Collected data entries:
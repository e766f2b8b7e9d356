"""Templates and static files of the pages, shipped as package data (see pyproject.toml)."""
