from __future__ import annotations

import math

import numpy as np
import pytest
from exomap.core import steady as steady_mod
from exomap.core.errors import ModelInputError
from exomap.core.manifold import Manifold
from exomap.core.model import Model, nominal_inputs
from exomap.core.scenario import R_GAS
from exomap.core.steady import roots_along, steady_states
from hypothesis import HealthCheck, assume, given, settings
from hypothesis import strategies as st
from scipy.optimize import fsolve

SLOW_OK = settings(max_examples=60, deadline=None, suppress_health_check=[HealthCheck.too_slow])


def _dimless_state(c, state):
    """(x, y) of a reported state of the dimensionless CSTR fixture."""
    return state.conversion, c.gamma * (state.T - c.T_in) / c.T_in


def _fold_Da(ref, B, gamma, beta=0.0):
    return sorted(float(ref.G(x, B, gamma, beta)) for x in ref.fold_x(B, gamma, beta))


# -- (a) multiplicity iff B > 4 gamma / (gamma - 4) --------------------------------------------------------
@pytest.mark.parametrize("gamma", [10.0, 20.0, 40.0, 400.0])
def test_multiplicity_above_the_threshold(cstr, ref, gamma):
    # analytic: the adiabatic first-order Arrhenius S-curve has turning points iff B > 4 gamma/(gamma - 4)
    # (see Reference.fold_x); for gamma -> infinity this is van Heerden's and Uppal, Ray & Poore's B > 4
    B = ref.B_cusp(gamma) * 1.05
    Da_lo, Da_hi = _fold_Da(ref, B, gamma)
    Da = math.sqrt(Da_lo * Da_hi)
    c = cstr(gamma, B)
    res = steady_states(c.sc, c.tau(Da), c.T_in)
    assert res.success, res.message
    # analytic: three steady states strictly between the two fold values of Da
    assert len(res.states) == 3
    # independent: the dense scan + brentq of Reference.roots_x finds the same three
    assert len(ref.roots_x(Da, B, gamma)) == 3


@pytest.mark.parametrize("gamma", [10.0, 20.0, 40.0, 400.0])
def test_no_multiplicity_below_the_threshold(cstr, ref, gamma):
    # analytic: below B = 4 gamma/(gamma - 4) the function G(x) = Da is monotone, one state for every Da
    B = ref.B_cusp(gamma) * 0.95
    # analytic: the fold quadratic has no real root below the threshold
    assert ref.fold_x(B, gamma).size == 0
    c = cstr(gamma, B)
    # Da over six decades, densest where G has its inflection (x ~ 1/2)
    x_mid = np.linspace(0.05, 0.95, 19)
    Das = np.concatenate((np.geomspace(1e-3, 1e3, 13), ref.G(x_mid, B, gamma)))
    for Da in Das:
        res = steady_states(c.sc, c.tau(float(Da)), c.T_in)
        assert res.success, res.message
        # analytic: one steady state for every Da below the threshold
        assert len(res.states) == 1, (Da, [s.T for s in res.states])


# -- (b) the states found are the roots of x = Da (1 - x) exp(B x / (1 + B x / gamma)) --------------------
@pytest.mark.parametrize(
    ("gamma", "B", "Da"),
    [
        (20.0, 8.0, 0.02),
        (20.0, 8.0, 0.03),
        (20.0, 8.0, 0.04),
        (20.0, 8.0, 0.05),
        (20.0, 8.0, 0.07),
        (10.0, 12.0, 0.01),
        (30.0, 15.0, 0.002),
        (25.0, 3.0, 0.8),
        (50.0, 20.0, 3e-4),
    ],
)
def test_states_are_the_dimensionless_roots(cstr, ref, gamma, B, Da):
    c = cstr(gamma, B)
    res = steady_states(c.sc, c.tau(Da), c.T_in)
    assert res.success, res.message
    x_ref = ref.roots_x(Da, B, gamma)
    x_got = np.array([s.conversion for s in res.states])
    # independent root count (Reference.roots_x: dense scan + brentq)
    assert len(x_got) == len(x_ref)
    # analytic (independent root finding), to solver accuracy
    np.testing.assert_allclose(x_got, x_ref, rtol=1e-9, atol=1e-12)
    # analytic: adiabatic, T = T_in + dT_ad x
    np.testing.assert_allclose([s.T for s in res.states], c.T_in + c.dT_ad * x_ref, rtol=1e-11)
    # DESIGN.md §4: sorted by temperature, lowest first
    assert all(a.T < b.T for a, b in zip(res.states[:-1], res.states[1:], strict=False))


# -- (c) every reported state is a steady state of the full model -----------------------------------------
@SLOW_OK
@given(
    gamma=st.floats(8.0, 60.0),
    B=st.floats(0.5, 25.0),
    log_Da=st.floats(-7.0, 2.0),
    T_in=st.floats(280.0, 450.0),
)
def test_reported_states_have_tiny_residual_and_lie_on_the_adiabat(cstr, ref, gamma, B, log_Da, T_in):
    Da = math.exp(log_Da)
    # a state count is only well defined away from a fold (a double root); keep 1e-6 relative distance
    assume(all(abs(Da / d - 1.0) > 1e-6 for d in _fold_Da(ref, B, gamma)))
    c = cstr(gamma, B, T_in=T_in)
    tau = c.tau(Da)
    res = steady_states(c.sc, tau, T_in)
    assert res.success, res.message
    model = Model(c.sc)
    u = nominal_inputs(c.sc, tau=tau, T_in=T_in)
    x_ref = ref.roots_x(Da, B, gamma)
    # independent root count (Reference.roots_x: dense scan + brentq)
    assert len(res.states) == len(x_ref)
    for s in res.states:
        y = model.pack(c.sc.vessel.h_set, np.array(s.C), s.T, 0.0)
        f = model.rhs(0.0, y, u)
        # analytic: a steady state makes dC/dt and dT/dt vanish; scaled by tau and the feed's magnitudes
        assert np.max(np.abs(f[1:3])) * tau / c.sc.c_in[0] < 1e-10
        # analytic: the energy row vanishes too, relative to T_in/tau
        assert abs(f[3]) * tau / T_in < 1e-10
        # analytic: one adiabatic reaction, T - T_in = dT_ad X (energy balance minus dT_ad times species)
        assert s.T - T_in == pytest.approx(c.dT_ad * s.conversion, rel=1e-9, abs=1e-9 * T_in)
        # analytic: C_A + C_P = C_Af (A -> P conserves moles)
        assert s.C[0] + s.C[1] == pytest.approx(c.sc.c_in[0], rel=1e-12)
        # the core's own polish residual (relative, see steady._polish) is tiny as well
        assert s.residual < 1e-10
        # analytic: dT/dT_in = 1/(dT_in/dT) with T_in(T) = T - dT_ad tau k/(1 + tau k) at fixed tau
        k = float(c.k(s.T))
        dTin_dT = 1.0 - c.dT_ad * tau * k * c.E / s.T**2 / (1.0 + tau * k) ** 2
        assert s.sensitivity == pytest.approx(1.0 / dTin_dT, rel=1e-6, abs=1e-9)
    # Uppal, Ray & Poore 1974 (analytic for beta = 0): without cooling det > 0 forces trace < -1, so an
    # adiabatic first-order CSTR has no oscillatory instability: the states alternate stable, saddle, stable
    expected = ["stable", "saddle", "stable"][: len(res.states)] if len(res.states) != 2 else None
    if expected is not None:
        assert [s.stability for s in res.states] == expected
    # independent roots (Reference.roots_x), relative 1e-8
    np.testing.assert_allclose([s.conversion for s in res.states], x_ref, rtol=1e-8, atol=1e-12)


# -- (d) the explicit one-reaction path and the general path agree ----------------------------------------
class _GeneralOnly(Manifold):
    """The same manifold forced onto the general (Newton in T) path; counts its instances."""

    made = 0

    def __init__(self, *args, **kwargs):
        super().__init__(*args, **kwargs)
        self.explicit = False
        _GeneralOnly.made += 1
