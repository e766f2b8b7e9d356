"""Uncertain kinetic and thermal data: the parameter samples, and the operating map as probabilities.

A scenario may say how well its data are known (DESIGN.md §11): each uncertain parameter has a distribution
about its nominal value, pairs may be correlated, and the rate constant's uncertainty is stated at a
reference temperature :math:`T_{ref}`. The kinetics are written about that temperature,

.. math:: k(T) = k_{ref} \\exp\\left(-\\frac{E_a}{R}\\left(\\frac{1}{T} - \\frac{1}{T_{ref}}\\right)\\right),

so a sample of :math:`E_a` turns the Arrhenius line about the point :math:`(T_{ref}, k_{ref})` that the
calorimeter measured, instead of sliding it: the pre-exponential factor :math:`k_0 = k_{ref} e^{E_a/(R T_{ref})}`
is derived from each sample, never drawn on its own.

Sampling: a scrambled Sobol sequence (``scipy.stats.qmc``, [1]) of ``samples`` points (a power of two, where the
sequence is balanced) in the unit cube is mapped to standard normals, correlated through the Cholesky factor
of the correlation matrix (a Gaussian copula: the correlations are those of the underlying normals), and each
normal is mapped to its parameter's distribution:

* ``normal``: nominal + sd·z;
* ``lognormal``: nominal·factor^z (``factor`` is the geometric standard deviation: one standard deviation
  multiplies or divides the nominal value by it);
* ``uniform``: low + (high − low)·Φ(z).

The same spec and seed give the same samples, bit for bit.
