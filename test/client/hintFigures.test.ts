/**
 * The reader the editor suites use on inline-hint labels (test/fixtures/e2e/expected.ts): it must
 * find each figure, allow only the source tolerance plus the shown rounding, and reject the rest.
 * Expected figures: ASHRAE HoF 2017 SI Ch.1 Example 1 (copied in expected.ts with tolerances).
 */
import { describe, expect, it } from 'vitest';
import { checkExample1, readFigure } from '../fixtures/e2e/expected';

describe('hint figure reader', () => {
  it('reads key, number and unit, with the rounding of the shown digits', () => {
    expect(readFigure('rh 14 % · w 6.4 g/kg · h 56.7 kJ/kg · dp 7.4 °C', 'w', 'g/kg')).toMatchObject({
      value: 6.4,
      halfStep: 0.05,
    });
    expect(readFigure('rh\u00a014\u00a0% · dp\u00a0\u22121.5\u00a0°C', 'dp', '°C')).toMatchObject({ value: -1.5 });
    expect(readFigure('rh 14 %', 'h', 'kJ/kg')).toBeNull();
    expect(readFigure('dp 7.4 °F', 'dp', '°C')).toBeNull();
  });

  it('passes figures within the ASHRAE HoF 2017 SI Ch.1 Example 1 tolerances and fails the others', () => {
    expect(checkExample1('rh 14 % · w 6.4 g/kg · h 56.7 kJ/kg · dp 7.4 °C')).toEqual([]);
    expect(checkExample1('rh 14 % · w 6.2 g/kg · h 56.7 kJ/kg · dp 7.4 °C')).toHaveLength(1);
    expect(checkExample1('rh 16 % · w 6.4 g/kg · h 58.1 kJ/kg · dp 7.4 °C')).toHaveLength(2);
    expect(checkExample1('rh 14 % · w 6.4 g/kg')).toHaveLength(2);
  });
});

**What this task involves:**
For the string "kwargs", go through the entries above and copy each line where it occurs.

**Expected answer:**
    def __init__(self, *args, **kwargs):
        super().__init__(*args, **kwargs)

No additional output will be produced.